From the data below, please reproduce exactly everything from the line that contains "if (gaps.size() != at_a.size())" down to the line that contains "if (i >= gaps.size()) return false;", with both ends included.
* * *
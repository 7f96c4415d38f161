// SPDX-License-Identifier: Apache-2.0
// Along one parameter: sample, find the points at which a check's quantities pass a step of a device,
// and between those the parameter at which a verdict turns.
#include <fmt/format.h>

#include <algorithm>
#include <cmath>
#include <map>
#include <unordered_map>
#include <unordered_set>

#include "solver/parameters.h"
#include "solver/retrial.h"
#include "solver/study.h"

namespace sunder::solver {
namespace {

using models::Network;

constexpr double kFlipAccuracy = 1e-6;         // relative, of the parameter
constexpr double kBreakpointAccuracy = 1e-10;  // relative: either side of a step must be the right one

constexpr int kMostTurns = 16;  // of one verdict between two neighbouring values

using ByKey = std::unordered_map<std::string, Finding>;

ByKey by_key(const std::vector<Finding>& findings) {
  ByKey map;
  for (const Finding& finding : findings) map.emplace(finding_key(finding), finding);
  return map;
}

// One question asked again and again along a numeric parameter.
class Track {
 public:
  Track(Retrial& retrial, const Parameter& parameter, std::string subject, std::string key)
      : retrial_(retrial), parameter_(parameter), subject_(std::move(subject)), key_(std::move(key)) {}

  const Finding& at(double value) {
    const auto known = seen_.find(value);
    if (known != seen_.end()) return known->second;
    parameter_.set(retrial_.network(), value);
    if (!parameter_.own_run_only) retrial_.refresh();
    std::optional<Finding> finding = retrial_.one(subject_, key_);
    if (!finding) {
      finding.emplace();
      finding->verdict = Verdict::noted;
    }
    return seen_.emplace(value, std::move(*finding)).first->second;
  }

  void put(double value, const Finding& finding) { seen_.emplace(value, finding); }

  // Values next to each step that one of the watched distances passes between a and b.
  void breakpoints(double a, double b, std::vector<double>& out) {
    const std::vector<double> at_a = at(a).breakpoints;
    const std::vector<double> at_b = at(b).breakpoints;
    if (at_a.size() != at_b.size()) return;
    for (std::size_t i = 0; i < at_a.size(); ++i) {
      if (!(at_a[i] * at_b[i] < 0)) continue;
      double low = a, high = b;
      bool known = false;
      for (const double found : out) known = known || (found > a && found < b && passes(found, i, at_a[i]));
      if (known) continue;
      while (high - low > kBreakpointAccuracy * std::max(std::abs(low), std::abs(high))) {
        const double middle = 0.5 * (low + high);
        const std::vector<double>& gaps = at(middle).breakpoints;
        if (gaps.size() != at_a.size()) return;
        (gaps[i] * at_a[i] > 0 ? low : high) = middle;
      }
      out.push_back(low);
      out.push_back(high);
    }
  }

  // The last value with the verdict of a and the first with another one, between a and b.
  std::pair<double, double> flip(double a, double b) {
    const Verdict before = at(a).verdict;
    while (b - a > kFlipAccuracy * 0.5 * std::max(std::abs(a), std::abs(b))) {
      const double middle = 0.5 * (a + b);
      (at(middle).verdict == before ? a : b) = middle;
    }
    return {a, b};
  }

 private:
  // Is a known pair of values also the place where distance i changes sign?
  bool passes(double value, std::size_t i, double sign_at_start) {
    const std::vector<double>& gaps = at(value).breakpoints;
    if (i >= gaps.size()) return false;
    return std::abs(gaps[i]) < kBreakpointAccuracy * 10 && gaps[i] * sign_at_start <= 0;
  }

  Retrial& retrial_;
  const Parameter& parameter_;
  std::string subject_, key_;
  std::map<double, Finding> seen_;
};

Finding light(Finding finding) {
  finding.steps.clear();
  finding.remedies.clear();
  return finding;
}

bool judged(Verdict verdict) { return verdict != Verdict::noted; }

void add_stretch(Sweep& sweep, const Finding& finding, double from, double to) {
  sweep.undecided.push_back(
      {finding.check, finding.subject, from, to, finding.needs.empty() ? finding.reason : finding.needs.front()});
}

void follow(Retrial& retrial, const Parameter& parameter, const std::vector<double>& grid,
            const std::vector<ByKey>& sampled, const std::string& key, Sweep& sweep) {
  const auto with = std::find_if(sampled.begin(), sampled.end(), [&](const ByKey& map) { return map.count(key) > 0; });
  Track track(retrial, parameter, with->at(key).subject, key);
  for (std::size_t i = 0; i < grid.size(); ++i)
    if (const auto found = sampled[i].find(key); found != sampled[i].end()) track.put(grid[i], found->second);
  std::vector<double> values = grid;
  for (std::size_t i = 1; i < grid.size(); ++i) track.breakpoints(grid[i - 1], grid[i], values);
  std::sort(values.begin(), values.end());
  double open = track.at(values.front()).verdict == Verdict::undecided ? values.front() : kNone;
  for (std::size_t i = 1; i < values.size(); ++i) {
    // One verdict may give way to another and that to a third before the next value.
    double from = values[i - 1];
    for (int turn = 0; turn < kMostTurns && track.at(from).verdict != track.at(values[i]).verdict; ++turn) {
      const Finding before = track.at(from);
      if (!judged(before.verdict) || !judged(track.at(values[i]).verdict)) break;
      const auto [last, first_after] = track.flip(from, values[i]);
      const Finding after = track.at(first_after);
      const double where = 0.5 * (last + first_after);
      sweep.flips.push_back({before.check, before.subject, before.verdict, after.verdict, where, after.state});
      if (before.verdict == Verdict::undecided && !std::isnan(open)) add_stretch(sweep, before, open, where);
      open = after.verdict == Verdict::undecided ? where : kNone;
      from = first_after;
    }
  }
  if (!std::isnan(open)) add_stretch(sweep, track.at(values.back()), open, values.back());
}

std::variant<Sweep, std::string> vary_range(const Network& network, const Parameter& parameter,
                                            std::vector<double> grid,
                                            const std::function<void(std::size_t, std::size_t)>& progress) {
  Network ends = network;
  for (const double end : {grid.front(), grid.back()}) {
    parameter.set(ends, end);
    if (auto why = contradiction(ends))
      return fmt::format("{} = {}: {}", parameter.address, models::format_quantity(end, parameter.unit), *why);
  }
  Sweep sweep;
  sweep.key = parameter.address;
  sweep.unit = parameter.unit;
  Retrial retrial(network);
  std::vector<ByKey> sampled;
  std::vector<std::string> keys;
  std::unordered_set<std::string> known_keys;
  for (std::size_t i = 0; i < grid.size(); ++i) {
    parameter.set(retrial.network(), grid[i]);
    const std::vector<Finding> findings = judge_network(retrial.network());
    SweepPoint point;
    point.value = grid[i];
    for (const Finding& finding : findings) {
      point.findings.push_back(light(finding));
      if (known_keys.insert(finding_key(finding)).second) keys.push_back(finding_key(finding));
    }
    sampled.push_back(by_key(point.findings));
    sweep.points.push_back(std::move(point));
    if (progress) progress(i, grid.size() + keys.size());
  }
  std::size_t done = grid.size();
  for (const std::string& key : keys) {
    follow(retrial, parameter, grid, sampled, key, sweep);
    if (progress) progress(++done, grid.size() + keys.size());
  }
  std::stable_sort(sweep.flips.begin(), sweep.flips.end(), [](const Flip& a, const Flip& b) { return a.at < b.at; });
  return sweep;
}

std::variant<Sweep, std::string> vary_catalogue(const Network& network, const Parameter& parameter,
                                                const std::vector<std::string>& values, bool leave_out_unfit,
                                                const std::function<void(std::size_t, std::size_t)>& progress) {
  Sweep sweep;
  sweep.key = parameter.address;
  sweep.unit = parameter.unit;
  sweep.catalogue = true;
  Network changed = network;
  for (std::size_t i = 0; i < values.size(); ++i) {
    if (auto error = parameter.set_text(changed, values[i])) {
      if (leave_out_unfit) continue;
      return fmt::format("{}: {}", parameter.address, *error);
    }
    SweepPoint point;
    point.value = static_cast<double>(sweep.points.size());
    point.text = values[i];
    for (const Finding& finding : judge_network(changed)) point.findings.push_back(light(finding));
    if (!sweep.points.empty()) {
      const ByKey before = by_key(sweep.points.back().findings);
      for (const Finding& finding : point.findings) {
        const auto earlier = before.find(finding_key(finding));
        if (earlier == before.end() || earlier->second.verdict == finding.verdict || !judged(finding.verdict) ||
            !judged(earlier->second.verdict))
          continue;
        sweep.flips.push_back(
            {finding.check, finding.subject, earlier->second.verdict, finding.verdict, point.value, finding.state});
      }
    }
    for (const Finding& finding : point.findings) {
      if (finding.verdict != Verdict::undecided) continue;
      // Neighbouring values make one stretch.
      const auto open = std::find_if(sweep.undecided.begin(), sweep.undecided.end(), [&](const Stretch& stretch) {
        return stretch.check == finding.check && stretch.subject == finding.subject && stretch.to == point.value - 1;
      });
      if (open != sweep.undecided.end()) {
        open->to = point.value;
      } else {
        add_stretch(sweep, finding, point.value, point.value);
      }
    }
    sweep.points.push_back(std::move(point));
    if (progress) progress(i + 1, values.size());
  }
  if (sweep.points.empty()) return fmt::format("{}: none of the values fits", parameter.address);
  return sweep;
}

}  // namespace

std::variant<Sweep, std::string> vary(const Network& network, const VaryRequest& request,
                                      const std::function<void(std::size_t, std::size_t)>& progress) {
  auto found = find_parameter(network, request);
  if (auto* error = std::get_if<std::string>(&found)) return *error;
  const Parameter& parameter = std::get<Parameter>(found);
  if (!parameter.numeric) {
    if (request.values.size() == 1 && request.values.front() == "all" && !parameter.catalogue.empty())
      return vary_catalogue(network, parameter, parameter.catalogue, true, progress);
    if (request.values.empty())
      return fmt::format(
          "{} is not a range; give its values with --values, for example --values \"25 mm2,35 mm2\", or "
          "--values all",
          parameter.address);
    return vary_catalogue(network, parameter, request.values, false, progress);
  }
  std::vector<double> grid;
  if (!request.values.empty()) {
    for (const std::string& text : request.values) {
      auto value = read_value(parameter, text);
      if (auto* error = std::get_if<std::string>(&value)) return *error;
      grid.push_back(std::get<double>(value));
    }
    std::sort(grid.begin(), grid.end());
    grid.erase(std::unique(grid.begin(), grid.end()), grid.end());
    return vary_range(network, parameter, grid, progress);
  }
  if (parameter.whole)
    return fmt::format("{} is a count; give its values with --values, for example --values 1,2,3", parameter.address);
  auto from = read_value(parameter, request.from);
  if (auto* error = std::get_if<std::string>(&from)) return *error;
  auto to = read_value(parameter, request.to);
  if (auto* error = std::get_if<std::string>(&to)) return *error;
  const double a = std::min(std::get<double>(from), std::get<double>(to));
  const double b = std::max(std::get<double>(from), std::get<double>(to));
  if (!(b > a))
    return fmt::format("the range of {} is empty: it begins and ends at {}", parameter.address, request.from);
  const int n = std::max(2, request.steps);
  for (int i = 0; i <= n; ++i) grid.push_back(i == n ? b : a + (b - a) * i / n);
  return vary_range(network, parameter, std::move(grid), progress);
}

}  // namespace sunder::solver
* * *
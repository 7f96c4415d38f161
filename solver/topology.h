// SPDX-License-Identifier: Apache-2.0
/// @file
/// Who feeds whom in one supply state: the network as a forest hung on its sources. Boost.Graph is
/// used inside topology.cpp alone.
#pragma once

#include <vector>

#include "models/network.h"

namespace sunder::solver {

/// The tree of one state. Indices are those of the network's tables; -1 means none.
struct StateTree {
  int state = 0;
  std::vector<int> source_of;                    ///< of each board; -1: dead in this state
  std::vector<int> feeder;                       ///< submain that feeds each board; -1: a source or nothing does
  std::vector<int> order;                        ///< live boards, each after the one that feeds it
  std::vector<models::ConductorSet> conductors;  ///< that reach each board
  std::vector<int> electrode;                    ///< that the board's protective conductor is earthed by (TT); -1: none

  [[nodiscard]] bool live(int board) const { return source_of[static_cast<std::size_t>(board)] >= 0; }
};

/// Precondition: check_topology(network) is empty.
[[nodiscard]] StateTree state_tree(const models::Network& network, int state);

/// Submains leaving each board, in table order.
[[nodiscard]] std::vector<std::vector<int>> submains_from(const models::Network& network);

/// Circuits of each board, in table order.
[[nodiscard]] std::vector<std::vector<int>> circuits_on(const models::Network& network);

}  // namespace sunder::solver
* * *
▸ **Solution for this exercise**
        if (gaps.size() != at_a.size()) return;
        (gaps[i] * at_a[i] > 0 ? low : high) = middle;
      }
      out.push_back(low);
      out.push_back(high);
    }
  }

  // The last value with the verdict of a and the first with another one, between a and b.
  std::pair<double, double> flip(double a, double b) {
    const Verdict before = at(a).verdict;
    while (b - a > kFlipAccuracy * 0.5 * std::max(std::abs(a), std::abs(b))) {
      const double middle = 0.5 * (a + b);
      (at(middle).verdict == before ? a : b) = middle;
    }
    return {a, b};
  }

 private:
  // Is a known pair of values also the place where distance i changes sign?
  bool passes(double value, std::size_t i, double sign_at_start) {
    const std::vector<double>& gaps = at(value).breakpoints;
    if (i >= gaps.size()) return false;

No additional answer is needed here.